I am, last time I checked, not a woman.

So, whatever I have to say about women or women’s issues may be wrong, I suppose. Us guys have been notoriously unreliable about that kind of thing.

What I can say is that I liked “Top Girls” at the Clarence Brown Lab Theater. It’s my kind of play: distinctive, interesting characters, interesting twists, non-realistic symbolic elements– including  a dinner party with fantasy guests, a thought provoking nature.

But what is the play trying to say? Without giving too much away, the play, set during Thatcher’s rule in the U.K., is a feminist play criticizing other feminists.

It seems designed as a critique of capitalism generally, of getting ahead at the expense of others, even if you are a woman.
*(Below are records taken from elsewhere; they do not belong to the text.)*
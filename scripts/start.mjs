// npm start: builds what is missing, then becomes the server, in this very process so that signals reach it.
import { join } from 'node:path';
import { buildAll } from './build.mjs';

const { client, server } = await buildAll();
process.env.CLIENT_DIR = client;
await import(join(server, 'server.mjs'));
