import { type Href, useRouter } from 'expo-router';
import type { PropsWithChildren } from 'react';
import { StyleSheet, View } from 'react-native';
import { IconButton } from '@/components/ui/icon-button';
import { Heading, Text } from '@/components/ui/text';
import { useTheme } from '@/components/ui/theme';

export interface PhoneTopProps {
  title: string;
  sub?: string;
  /** One step back; `up` is where that leads when the page was opened by its address. */
  up?: Href;
}

export function PhoneTop({ title, sub, up, children }: PropsWithChildren<PhoneTopProps>) {
  const { colors } = useTheme();
  const router = useRouter();
  const back = () => (router.canGoBack() ? router.back() : router.replace(up ?? '/'));
  return (
    <View role="banner" style={[styles.top, { backgroundColor: colors.paper }]}>
      {up ? <IconButton icon="back" label="Back" onPress={back} /> : <View style={styles.inset} />}
      <View style={styles.title}>
        <Heading level={1} step="h3" style={styles.name} numberOfLines={1}>
          {title}
        </Heading>
        {sub ? (
          <Text step="tick" tone="ink3" numberOfLines={1}>
            {sub}
          </Text>
        ) : null}
      </View>
      {children}
    </View>
  );
}

const styles = StyleSheet.create({
  top: { zIndex: 10, height: 52, flexDirection: 'row', alignItems: 'center', paddingHorizontal: 4, gap: 2 },
  inset: { width: 8 },
  title: { flex: 1, minWidth: 0 },
  name: { fontSize: 18 },
});
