import type { Href } from 'expo-router';

export type ProjectPage = 'home' | 'plant' | 'bench' | 'cases' | 'limits' | 'analyses' | 'members' | 'activity';

export const projectPath = (projectId: string, page: ProjectPage = 'home') =>
  `/projects/${projectId}${page === 'home' ? '' : `/${page}`}` as Href;
export const analysisPath = (projectId: string, analysisId: string) => `/projects/${projectId}/analyses/${analysisId}` as Href;
export const benchPath = (projectId: string, designId: string, revision: number) =>
  `/projects/${projectId}/bench?design=${designId}&revision=${revision}` as Href;

/** Sign-in that leads back to the page asked for. */
export const signInPath = (next: string) => (next === '/' ? '/sign-in' : `/sign-in?next=${encodeURIComponent(next)}`) as Href;

/** Where to go after signing in: a path of this site, never another's. */
export function safeNext(next: string | undefined): Href {
  const own = next !== undefined && /^\/(?![/\\])/.test(next);
  return (own ? next : '/') as Href;
}
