export { SignUp as default } from '@/components/account/sign-up';
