import { useQuery } from '@tanstack/react-query';
import { Redirect } from 'expo-router';
import { type PropsWithChildren, useState } from 'react';
import { QueryView } from '@/components/ui/query-view';
import { meQuery } from '@/hooks/queries/me';
import { signInPath } from './routes';

const address = () => window.location.pathname + window.location.search;

/**
 * Lets those in who are signed in, and sends the others to sign in and back here. Until the pages behind it are shown the router knows
 * only "/", so the address asked for is read once, as the gate is first drawn; of a session that ends later it is where one is then.
 */
export function SignedInGate({ children }: PropsWithChildren) {
  const me = useQuery(meQuery);
  const [arrived] = useState(address);
  const [entered, setEntered] = useState(false);
  if (me.data && !entered) setEntered(true);
  if (me.data === null) return <ToSignIn next={entered ? address() : arrived} />;
  return (
    <QueryView query={me} waiting="Looking who is signed in">
      {() => children}
    </QueryView>
  );
}

/** Keeps the first address it was given: the window's own changes as it leads away. */
function ToSignIn({ next }: { next: string }) {
  const [asked] = useState(next);
  return <Redirect href={signInPath(asked)} />;
}
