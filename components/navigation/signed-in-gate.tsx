import { useQuery } from '@tanstack/react-query';
import { Redirect } from 'expo-router';
import { type PropsWithChildren, useState } from 'react';
import { QueryView } from '@/components/ui/query-view';
import { meQuery } from '@/hooks/queries/me';
import { signInPath } from './routes';

/** Lets those in who are signed in, and sends the others to sign in and back here. */
export function SignedInGate({ children }: PropsWithChildren) {
  const me = useQuery(meQuery);
  if (me.data === null) return <ToSignIn />;
  return (
    <QueryView query={me} waiting="Looking who is signed in">
      {() => children}
    </QueryView>
  );
}

/** The address is read from the window, and once: the router's own is not settled while it starts, and changes as it leads away. */
function ToSignIn() {
  const [asked] = useState(() => window.location.pathname + window.location.search);
  return <Redirect href={signInPath(asked)} />;
}
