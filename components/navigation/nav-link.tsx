import { type Href, Link } from 'expo-router';
import type { PropsWithChildren } from 'react';
import { Pressable, type PressableProps, type StyleProp, StyleSheet, type ViewStyle } from 'react-native';

export interface NavLinkProps extends Pick<PressableProps, 'aria-label' | 'aria-current' | 'onPress'> {
  href: Href;
  style: StyleProp<ViewStyle>;
  /** A step beside the others rather than a step further: going back then leaves the project. */
  replace?: boolean;
}

/**
 * A real link with a face of its own: it can be opened in a new tab, and it is walked to by the router otherwise. Its style is one object, since the
 * router spreads it.
 */
export function NavLink({ href, replace, style, children, ...rest }: PropsWithChildren<NavLinkProps>) {
  return (
    <Link href={href} replace={replace} asChild>
      <Pressable role="link" {...rest} style={StyleSheet.flatten(style)}>
        {children}
      </Pressable>
    </Link>
  );
}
Apart from the present day characters, that theme is most embodied by Isabella Bird, a woman who explored the world but expressed those travels through prejudiced lectures on other cultures’ inferiority.

I won’t give too much away about the plot, which seems to exist more for the characters to have something to do than anything. It lacks the craziness of “Cloud 9,” the other play by Caryl Churchill I’ve seen. But still, I found myself amazed at a play about a subject matter which could, theoretically, leave me cold, the soap opera-ish setup of a daughter bonding with her true mother, the debates about work v.s. family, which I’ve never faced — and make it enjoyable to watch, with all of the characters feeling, as played by their actresses interesting and enjoyable to watch, without making any of them clear heroes or villains.

The play has run its course. Next up on the Clarence Brown Schedule: “Around the World in Eighty Days,” a main stage show. A little less deep or is it? I will see.